# Preprocessing for Docling

Docling fails at parsing large files (because Docling has timeout set for each of its tasks). Therefore Docling needs the PDFs to be split and having it compressed is an extra improvement.

In [None]:
import ghostscript
import sys
import os
import fitz
import httpx
from typing import List, Dict
import json
from tqdm import tqdm

Compression function

In [17]:
def compress_pdf(input_path, output_path, quality="screen"):
    """
    Compress a PDF using the Ghostscript Python SDK (safe for latest versions).
    """
    quality_settings = {
        "screen": "/screen",
        "ebook": "/ebook",
        "printer": "/printer",
        "prepress": "/prepress",
        "default": "/default"
    }

    if quality not in quality_settings:
        raise ValueError(f"Invalid quality setting: {quality}")

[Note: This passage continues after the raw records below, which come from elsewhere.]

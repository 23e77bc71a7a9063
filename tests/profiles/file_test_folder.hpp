// A fresh folder per test for the tests that write run files (removed afterwards), the names in
// it, the datasets of a written file, and the message of an expected RunFileError.
#pragma once

#include <fmt/format.h>
#include <gtest/gtest.h>
#include <hdf5.h>
#include <unistd.h>

#include <algorithm>
#include <filesystem>
#include <functional>
#include <initializer_list>
#include <string>
#include <vector>

#include "wetfront/profiles/run_file.hpp"

namespace wetfront::profiles::testing {

class FileTestFolder : public ::testing::Test {
 protected:
  void SetUp() override {
    const auto* info = ::testing::UnitTest::GetInstance()->current_test_info();
    directory_ = std::filesystem::temp_directory_path() /
                 fmt::format("wetfront-profiles-{}-{}-{}", getpid(), info->test_suite_name(), info->name());
    std::filesystem::remove_all(directory_);
    std::filesystem::create_directories(directory_);
  }
  void TearDown() override { std::filesystem::remove_all(directory_); }

  // Names of everything in the test directory (to see leftover temporary files), sorted.
  std::vector<std::string> directory_listing() const {
    std::vector<std::string> names;
    for (const auto& entry : std::filesystem::directory_iterator(directory_))
      names.push_back(entry.path().filename().string());
    std::sort(names.begin(), names.end());
    return names;
  }

  std::filesystem::path directory_;
};

// Opens the HDF5 file `path` read-only, calls check(file, name) for each dataset name, closes it.
template <class Check>
void check_datasets(const std::filesystem::path& path, std::initializer_list<const char*> names, Check check) {
  const hid_t file = H5Fopen(path.c_str(), H5F_ACC_RDONLY, H5P_DEFAULT);
  ASSERT_GE(file, 0) << path;
  for (const char* name : names) check(file, name);
  H5Fclose(file);
}

// The message of the RunFileError that `action` throws; a test failure when it throws none.
inline std::string message_of(const std::function<void()>& action) {
  try {
    action();
  } catch (const RunFileError& error) {
    return error.what();
  }
  ADD_FAILURE() << "expected RunFileError";
  return {};
}

}  // namespace wetfront::profiles::testing
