// The solver's output profiles as the observation library takes them.
#pragma once

#include <span>
#include <vector>

#include "wetfront/observations/profile_interpolation.hpp"
#include "wetfront/site/sensor_readings.hpp"
#include "wetfront/solver/column_run.hpp"

namespace wetfront::site {

// Pressure head (cm) per output time and cell when `heads`, else water content (cm3/cm3).
observations::SimulatedProfiles simulated_profiles(const solver::ColumnRun& run, bool heads);

// The simulated heads (cm) and water contents (cm3/cm3) the field checks read.
struct SensorProfiles {
  observations::SimulatedProfiles heads;
  observations::SimulatedProfiles water_contents;
};

// Both at every cell, from a run that kept its profiles.
SensorProfiles sensor_profiles(const solver::ColumnRun& run);

// Both, gathered from each profile as the run reaches it, at only the cells that linear
// interpolation between cell centres reads at the given depths (the two centres around each)
// and the first and last cell (the depth range the checks test against). Values at those depths
// are then exactly those from every cell, for a few numbers per output time.
class SensorProfileGatherer {
 public:
  SensorProfileGatherer(std::span<const double> cell_depths_cm, std::span<const double> reading_depths_cm);
  void add(const solver::ProfileSnapshot& snapshot);
  const SensorProfiles& profiles() const { return profiles_; }

 private:
  std::vector<std::size_t> cells_;
  SensorProfiles profiles_;
};

// Every depth a reading of `readings` was taken at, and each sensor's own depth.
std::vector<double> reading_depths(const std::vector<SensorRecord>& readings);

}  // namespace wetfront::site
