// Variables with the CF attributes a reader needs to recognise times and depths
// (CF-1.10 sections 4.3 and 4.4): standard names, calendar, positive direction, axis.
#pragma once

#include <string>
#include <string_view>
#include <vector>

#include "hdf5_io.hpp"

namespace wetfront::profiles::cf {

// standard_name "depth" and positive "down" on a depth below the soil surface.
void set_depth_attributes(const hdf5::Dataset& depth);

// Days since the run start (`units` from days_since_units): standard_name "time", standard calendar.
hdf5::Dataset write_times(hid_t parent, std::string_view name, const std::vector<double>& days,
                          const std::string& units, std::string_view long_name);

// Makes `times` (with its units and long name) the time coordinate variable of the dimension of
// its own name: standard name, calendar, `axis`.
void make_time_axis(const hdf5::Dataset& times);

// The same as coordinate variables (the dimension of the variable's own name), with `axis`.
hdf5::Dataset write_time_axis(hid_t parent, std::string_view name, const std::vector<double>& days,
                              const std::string& units, std::string_view long_name);
hdf5::Dataset write_depth_axis(hid_t parent, std::string_view name, const std::vector<double>& depths_cm,
                               std::string_view long_name);

}  // namespace wetfront::profiles::cf
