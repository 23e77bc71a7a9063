// Field-by-field comparison of run records, reporting the first differing field.
#pragma once

#include <cmath>
#include <optional>
#include <vector>
#include <gtest/gtest.h>

#include "wetfront/profiles/run_record.hpp"

namespace wetfront::profiles::testing {

inline void expect_same_snapshot(const solver::ProfileSnapshot& a, const solver::ProfileSnapshot& b) {
  EXPECT_EQ(a.time_days, b.time_days);
  EXPECT_EQ(a.head_cm, b.head_cm);
  EXPECT_EQ(a.water_content, b.water_content);
  EXPECT_EQ(a.conductivity_cm_per_d, b.conductivity_cm_per_d);
  EXPECT_EQ(a.sink_rate_per_day, b.sink_rate_per_day);
  EXPECT_EQ(a.face_flux_cm_per_d, b.face_flux_cm_per_d);
  EXPECT_EQ(a.ponded_depth_cm, b.ponded_depth_cm);
}

inline void expect_same_balance(const solver::CumulativeBalance& a, const solver::CumulativeBalance& b) {
  EXPECT_EQ(a.time_days, b.time_days);
  EXPECT_EQ(a.water_input_cm, b.water_input_cm);
  EXPECT_EQ(a.potential_evaporation_cm, b.potential_evaporation_cm);
  EXPECT_EQ(a.actual_evaporation_cm, b.actual_evaporation_cm);
  EXPECT_EQ(a.runoff_cm, b.runoff_cm);
  EXPECT_EQ(a.infiltration_cm, b.infiltration_cm);
  EXPECT_EQ(a.transpiration_cm, b.transpiration_cm);
  EXPECT_EQ(a.bottom_flux_cm, b.bottom_flux_cm);
  EXPECT_EQ(a.plane_flux_cm, b.plane_flux_cm);
  EXPECT_EQ(a.ponded_depth_cm, b.ponded_depth_cm);
  EXPECT_EQ(a.soil_storage_cm, b.soil_storage_cm);
  EXPECT_EQ(a.balance_error_cm, b.balance_error_cm);
}

// Equal, with NaN (no value) equal to NaN.
inline bool same_value(double x, double y) { return (std::isnan(x) && std::isnan(y)) || x == y; }

inline bool same_values(const std::vector<double>& x, const std::vector<double>& y) {
  if (x.size() != y.size()) return false;
  for (std::size_t i = 0; i < x.size(); ++i)
    if (!same_value(x[i], y[i])) return false;
  return true;
}

// Both present and alike (`compare` checks their fields), or both absent.
template <class T, class Compare>
void expect_same_optional(const std::optional<T>& a, const std::optional<T>& b, Compare compare) {
  ASSERT_EQ(a.has_value(), b.has_value());
  if (a) compare(*a, *b);
}

// The per-interval columns every recharge estimate has.
template <class Estimate>
void expect_same_agreement(const Estimate& x, const Estimate& y) {
  EXPECT_TRUE(same_values(x.amount_cm, y.amount_cm));
  EXPECT_EQ(x.agreement, y.agreement);
  EXPECT_EQ(x.missing, y.missing);
}

inline void expect_same_record(const RunRecord& a, const RunRecord& b) {
  EXPECT_EQ(a.site_name, b.site_name);
  EXPECT_EQ(a.run_start_date, b.run_start_date);
  EXPECT_EQ(a.program_version, b.program_version);
  EXPECT_EQ(a.input_hash, b.input_hash);

  const solver::ColumnRun& ra = a.run;
  const solver::ColumnRun& rb = b.run;
  EXPECT_EQ(ra.cell_depths_cm, rb.cell_depths_cm);
  EXPECT_EQ(ra.face_depths_cm, rb.face_depths_cm);
  ASSERT_EQ(ra.profiles.size(), rb.profiles.size());
  for (std::size_t i = 0; i < ra.profiles.size(); ++i) {
    SCOPED_TRACE(::testing::Message() << "profile " << i);
    expect_same_snapshot(ra.profiles[i], rb.profiles[i]);
  }
  ASSERT_EQ(ra.balances.size(), rb.balances.size());
  for (std::size_t i = 0; i < ra.balances.size(); ++i) {
    SCOPED_TRACE(::testing::Message() << "balance row " << i);
    expect_same_balance(ra.balances[i], rb.balances[i]);
  }
  EXPECT_EQ(ra.statistics.steps, rb.statistics.steps);
  EXPECT_EQ(ra.statistics.residual_evaluations, rb.statistics.residual_evaluations);
  EXPECT_EQ(ra.statistics.jacobian_evaluations, rb.statistics.jacobian_evaluations);
  EXPECT_EQ(ra.statistics.nonlinear_iterations, rb.statistics.nonlinear_iterations);
  EXPECT_EQ(ra.statistics.nonlinear_failures, rb.statistics.nonlinear_failures);
  EXPECT_EQ(ra.statistics.error_test_failures, rb.statistics.error_test_failures);
  EXPECT_EQ(ra.statistics.surface_switches, rb.statistics.surface_switches);
  EXPECT_EQ(ra.statistics.bottom_switches, rb.statistics.bottom_switches);
  EXPECT_EQ(ra.complete, rb.complete);
  ASSERT_EQ(ra.failure.has_value(), rb.failure.has_value());
  if (ra.failure) {
    EXPECT_EQ(ra.failure->time_days, rb.failure->time_days);
    EXPECT_EQ(ra.failure->depth_cm, rb.failure->depth_cm);
    EXPECT_EQ(ra.failure->reason, rb.failure->reason);
  }

  ASSERT_EQ(a.layers.size(), b.layers.size());
  for (std::size_t i = 0; i < a.layers.size(); ++i) {
    SCOPED_TRACE(::testing::Message() << "layer " << i);
    EXPECT_EQ(a.layers[i].name, b.layers[i].name);
    EXPECT_EQ(a.layers[i].top_depth_cm, b.layers[i].top_depth_cm);
    EXPECT_EQ(a.layers[i].bottom_depth_cm, b.layers[i].bottom_depth_cm);
    EXPECT_EQ(a.layers[i].model_name, b.layers[i].model_name);
    ASSERT_EQ(a.layers[i].parameters.size(), b.layers[i].parameters.size());
    for (std::size_t p = 0; p < a.layers[i].parameters.size(); ++p) {
      EXPECT_EQ(a.layers[i].parameters[p].name, b.layers[i].parameters[p].name);
      EXPECT_EQ(a.layers[i].parameters[p].value, b.layers[i].parameters[p].value);
      EXPECT_EQ(a.layers[i].parameters[p].unit, b.layers[i].parameters[p].unit);
    }
  }
  ASSERT_EQ(a.sensors.size(), b.sensors.size());
  for (std::size_t i = 0; i < a.sensors.size(); ++i) {
    EXPECT_EQ(a.sensors[i].name, b.sensors[i].name);
    EXPECT_EQ(a.sensors[i].depth_cm, b.sensors[i].depth_cm);
  }
  EXPECT_EQ(a.flux_plane_depths_cm, b.flux_plane_depths_cm);
  ASSERT_EQ(a.forcing.size(), b.forcing.size());
  for (std::size_t i = 0; i < a.forcing.size(); ++i) {
    SCOPED_TRACE(::testing::Message() << "forcing interval " << i);
    EXPECT_EQ(a.forcing[i].start_day, b.forcing[i].start_day);
    EXPECT_EQ(a.forcing[i].end_day, b.forcing[i].end_day);
    EXPECT_EQ(a.forcing[i].water_input_cm_per_d, b.forcing[i].water_input_cm_per_d);
    EXPECT_EQ(a.forcing[i].potential_evaporation_cm_per_d, b.forcing[i].potential_evaporation_cm_per_d);
    EXPECT_EQ(a.forcing[i].potential_transpiration_cm_per_d, b.forcing[i].potential_transpiration_cm_per_d);
  }
  EXPECT_EQ(a.visit_days, b.visit_days);
  EXPECT_EQ(a.visit_balance, b.visit_balance);
  ASSERT_EQ(a.sensor_comparison.has_value(), b.sensor_comparison.has_value());
  if (a.sensor_comparison) {
    // NaN: an undefined metric or a reading outside the run.
    const auto& ca = *a.sensor_comparison;
    const auto& cb = *b.sensor_comparison;
    for (const auto* lists : {&ca.pressure_head, &ca.water_content}) {
      const auto& other = lists == &ca.pressure_head ? cb.pressure_head : cb.water_content;
      ASSERT_EQ(lists->size(), other.size());
      for (std::size_t i = 0; i < other.size(); ++i) {
        const auto& x = (*lists)[i];
        const auto& y = other[i];
        EXPECT_EQ(x.sensor, y.sensor);
        EXPECT_EQ(x.time_days, y.time_days);
        EXPECT_EQ(x.depth_cm, y.depth_cm);
        EXPECT_EQ(x.observed, y.observed);
        EXPECT_TRUE(same_value(x.simulated, y.simulated)) << x.simulated << " " << y.simulated;
        EXPECT_EQ(x.used, y.used);
      }
    }
    ASSERT_EQ(ca.metrics.size(), cb.metrics.size());
    for (std::size_t i = 0; i < ca.metrics.size(); ++i) {
      const auto& x = ca.metrics[i];
      const auto& y = cb.metrics[i];
      EXPECT_EQ(x.name, y.name);
      EXPECT_EQ(x.quantity, y.quantity);
      EXPECT_EQ(x.unit, y.unit);
      EXPECT_TRUE(same_value(x.depth_cm, y.depth_cm));
      EXPECT_EQ(x.readings_used, y.readings_used);
      EXPECT_EQ(x.left_out_beyond_working_limit, y.left_out_beyond_working_limit);
      EXPECT_EQ(x.left_out_outside_run, y.left_out_outside_run);
      EXPECT_TRUE(same_value(x.bias, y.bias));
      EXPECT_TRUE(same_value(x.root_mean_square_error, y.root_mean_square_error));
      EXPECT_TRUE(same_value(x.nash_sutcliffe, y.nash_sutcliffe));
      EXPECT_TRUE(same_value(x.kling_gupta, y.kling_gupta));
    }
  }
  // The field checks, NaN equal to NaN.
  expect_same_optional(a.darcy_estimate, b.darcy_estimate, [](const auto& x, const auto& y) {
    EXPECT_EQ(x.upper_sensor, y.upper_sensor);
    EXPECT_EQ(x.lower_sensor, y.lower_sensor);
    EXPECT_EQ(x.upper_depth_cm, y.upper_depth_cm);
    EXPECT_EQ(x.lower_depth_cm, y.lower_depth_cm);
    EXPECT_EQ(x.conductivity_note, y.conductivity_note);
    expect_same_agreement(x, y);
  });
  expect_same_optional(a.water_table_estimate, b.water_table_estimate, [](const auto& x, const auto& y) {
    EXPECT_EQ(x.well, y.well);
    EXPECT_EQ(x.specific_yield, y.specific_yield);
    EXPECT_EQ(x.recession_cm_per_d, y.recession_cm_per_d);
    EXPECT_EQ(x.specific_yield_note, y.specific_yield_note);
    EXPECT_TRUE(same_values(x.start_depth_cm, y.start_depth_cm));
    EXPECT_TRUE(same_values(x.end_depth_cm, y.end_depth_cm));
    expect_same_agreement(x, y);
  });
  expect_same_optional(a.stored_water, b.stored_water, [](const auto& x, const auto& y) {
    EXPECT_EQ(x.depths_cm, y.depths_cm);
    EXPECT_EQ(x.sources, y.sources);
    EXPECT_EQ(x.visit_days, y.visit_days);
    EXPECT_TRUE(same_values(x.observed_cm, y.observed_cm));
    EXPECT_TRUE(same_values(x.simulated_cm, y.simulated_cm));
    EXPECT_TRUE(same_values(x.observed_change_cm, y.observed_change_cm));
    EXPECT_TRUE(same_values(x.simulated_change_cm, y.simulated_change_cm));
  });
}

}  // namespace wetfront::profiles::testing
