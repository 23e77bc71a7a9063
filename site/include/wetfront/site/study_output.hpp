// The HDF5 files of `wetfront sweep` and `wetfront calibrate` (layout in docs/hdf5-layout.md,
// "Parameter study files"). run_id (output_files.hpp) goes into the root attribute run_id. Both throw base::InputError
// naming the file when it cannot be written.
#pragma once

#include <filesystem>
#include <string>

#include "wetfront/site/parameter_study.hpp"

namespace wetfront::site {

// The ranked table of every set and the profiles of the `kept` best complete runs (run again
// on `threads` threads to get their profiles; the runs are deterministic, so they are the runs
// of the table).
void write_sweep_file(const std::filesystem::path& path, const SeasonModel& model, const SweepResult& sweep,
                      std::size_t kept, unsigned threads, const std::string& program_version,
                      const std::string& run_id = {});

// Parameters with standard errors, covariance and correlation, the recharge band per interval,
// and the profiles of the calibrated run.
void write_calibration_file(const std::filesystem::path& path, const SeasonModel& model, const CalibrationStudy& study,
                            const std::string& program_version, const std::string& run_id = {});

}  // namespace wetfront::site
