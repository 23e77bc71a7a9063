// Writing and reading the field checks of a run record: /recharge_estimates (Darcy and
// water-table-fluctuation estimates per visit interval) and /stored_water (docs/hdf5-layout.md).
#pragma once

#include <string>

#include "hdf5_io.hpp"
#include "wetfront/profiles/run_record.hpp"

namespace wetfront::profiles {

// The sizes of the field checks against the visit table; throws std::invalid_argument naming
// the field that disagrees.
void check_field_checks(const RunRecord& record);

// Needs /visits/interval_end written already (the per-interval datasets attach to it).
void write_field_checks(hid_t file, const RunRecord& record, const std::string& time_units);

// Fills the three optionals of the record from the file; groups that are absent leave them empty.
void read_field_checks(hid_t file, RunRecord& record);

}  // namespace wetfront::profiles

    # Double check file exists
    if not os.path.exists(input_path):
        raise FileNotFoundError(f"Input file not found: {input_path}")

    args = [
        "gs",  # Just a label; not actually used
        "-sDEVICE=pdfwrite",
        "-dCompatibilityLevel=1.4",
        f"-dPDFSETTINGS={quality_settings[quality]}",
        "-dNOPAUSE",
        "-dQUIET",
        "-dBATCH",
        f"-sOutputFile={output_path}",
        input_path
    ]

    try:
        # Pass plain strings (no need to encode)
        with ghostscript.Ghostscript(*args):
            pass
        print(f"✅ Compressed PDF saved to: {output_path}")
        output_size = os.path.getsize(output_path)
        input_size = os.path.getsize(input_path)
        reduction = 100 * (1 - output_size / input_size)
        print(f"✅ Compressed PDF saved to: {output_path}")
        print(f"📦 Original size: {input_size / 1024:.2f} KB")
        print(f"📉 Compressed size: {output_size / 1024:.2f} KB")
        print(f"🧮 Compression: {reduction:.2f}%")
    except ghostscript.GhostscriptError as e:
        print(f"❌ Ghostscript compression failed: {e}")
    except Exception as ex:
        print(f"❌ Unexpected error: {ex}")

Parse Function

In [9]:
async def docling_parse(input_path: str) -> Dict:
    url = "http://localhost:5001/v1alpha/convert/file"
    parameters = {
        "from_formats": ["docx", "pptx", "html", "image", "pdf", "asciidoc", "md", "xlsx"],
        "to_formats": ["md", "json", "html", "text", "doctags"],
        "image_export_mode": "placeholder",
        "do_ocr": True,
        "force_ocr": False,
        "ocr_engine": "easyocr",
        "ocr_lang": ["en"],
        "pdf_backend": "dlparse_v2",
        "table_mode": "fast",
        "abort_on_error": False,
        "return_as_file": False
    }

    async with httpx.AsyncClient(timeout=60.0) as client:
        with open(input_path, "rb") as f:
            files = {'files': (os.path.basename(input_path), f, 'application/pdf')}
            response = await client.post(url, files=files, data=parameters)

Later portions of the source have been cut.